Exercise brief:
Please give the records below back in full, exactly as shown.

(Information given Opens)

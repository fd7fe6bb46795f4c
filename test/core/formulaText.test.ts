/**
 * A formula in running text is held on one line (core/formulaText.ts): its spaces are no-break spaces,
 * every sentence that writes the effective horizon 1/(1 − γ) (common practice) takes the one constant,
 * and the terminal writes it with plain spaces. Whether Chromium then keeps it whole is measured in the
 * app by the screen review (test/e2e/harness/formulaWrap.ts).
 */
import { describe, expect, it } from 'vitest';
import { formulaText, HORIZON_FORMULA } from '../../src/core/formulaText';
import { discountHelp } from '../../src/renderer/src/screens/estimator/discountHorizon';
import { SETTING_HELP } from '../../src/renderer/src/screens/estimator/settingHelp';
import { GLOSSARY } from '../../src/renderer/src/help/glossary';
import { effectiveShareRuleText } from '../../src/core/diagnostics/severity';
import { terminalText } from '../../src/cli/terminal';

describe('a formula held on one line', () => {
  it('has no plain space left', () => {
    expect(HORIZON_FORMULA).toBe('1/(1\u00a0−\u00a0γ)');
    expect(formulaText('0 < γ < 1')).not.toMatch(/ /);
  });

  it('is the one text of the horizon in the Method step, the glossary and the weights rule', () => {
    expect(discountHelp(0.95, null)).toContain(`(${HORIZON_FORMULA})`);
    expect(discountHelp(0.95, 60)).toContain(`(${HORIZON_FORMULA})`);
    expect(SETTING_HELP.discount).toContain(`(${HORIZON_FORMULA})`);
    expect(GLOSSARY.find((g) => g.term.startsWith('Discount'))?.meaning).toContain(HORIZON_FORMULA);
    expect(effectiveShareRuleText()).toContain(HORIZON_FORMULA);
    for (const text of [discountHelp(0.95, 60), SETTING_HELP.discount, effectiveShareRuleText()]) expect(text).not.toContain('1/(1 − γ)');
  });

  it('reads with plain spaces on the terminal', () => {
    expect(terminalText(`horizon ${HORIZON_FORMULA}`)).toBe('horizon 1/(1 − γ)');
  });
});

(Information given Closes)

Exercise output:
repository fd7fe6bb46795f4c
filename test/core/formulaText.test.ts
/**
 * A formula in running text is held on one line (core/formulaText.ts): its spaces are no-break spaces,
 * every sentence that writes the effective horizon 1/(1 − γ) (common practice) takes the one constant,
 * and the terminal writes it with plain spaces. Whether Chromium then keeps it whole is measured in the
 * app by the screen review (test/e2e/harness/formulaWrap.ts).
 */
import { describe, expect, it } from 'vitest';
import { formulaText, HORIZON_FORMULA } from '../../src/core/formulaText';
import { discountHelp } from '../../src/renderer/src/screens/estimator/discountHorizon';
import { SETTING_HELP } from '../../src/renderer/src/screens/estimator/settingHelp';
import { GLOSSARY } from '../../src/renderer/src/help/glossary';
import { effectiveShareRuleText } from '../../src/core/diagnostics/severity';
import { terminalText } from '../../src/cli/terminal';

describe('a formula held on one line', () => {
  it('has no plain space left', () => {
    expect(HORIZON_FORMULA).toBe('1/(1\u00a0−\u00a0γ)');
    expect(formulaText('0 < γ < 1')).not.toMatch(/ /);
  });

  it('is the one text of the horizon in the Method step, the glossary and the weights rule', () => {
    expect(discountHelp(0.95, null)).toContain(`(${HORIZON_FORMULA})`);
    expect(discountHelp(0.95, 60)).toContain(`(${HORIZON_FORMULA})`);
    expect(SETTING_HELP.discount).toContain(`(${HORIZON_FORMULA})`);
    expect(GLOSSARY.find((g) => g.term.startsWith('Discount'))?.meaning).toContain(HORIZON_FORMULA);
    expect(effectiveShareRuleText()).toContain(HORIZON_FORMULA);
    for (const text of [discountHelp(0.95, 60), SETTING_HELP.discount, effectiveShareRuleText()]) expect(text).not.toContain('1/(1 − γ)');
  });

  it('reads with plain spaces on the terminal', () => {
    expect(terminalText(`horizon ${HORIZON_FORMULA}`)).toBe('horizon 1/(1 − γ)');
  });
});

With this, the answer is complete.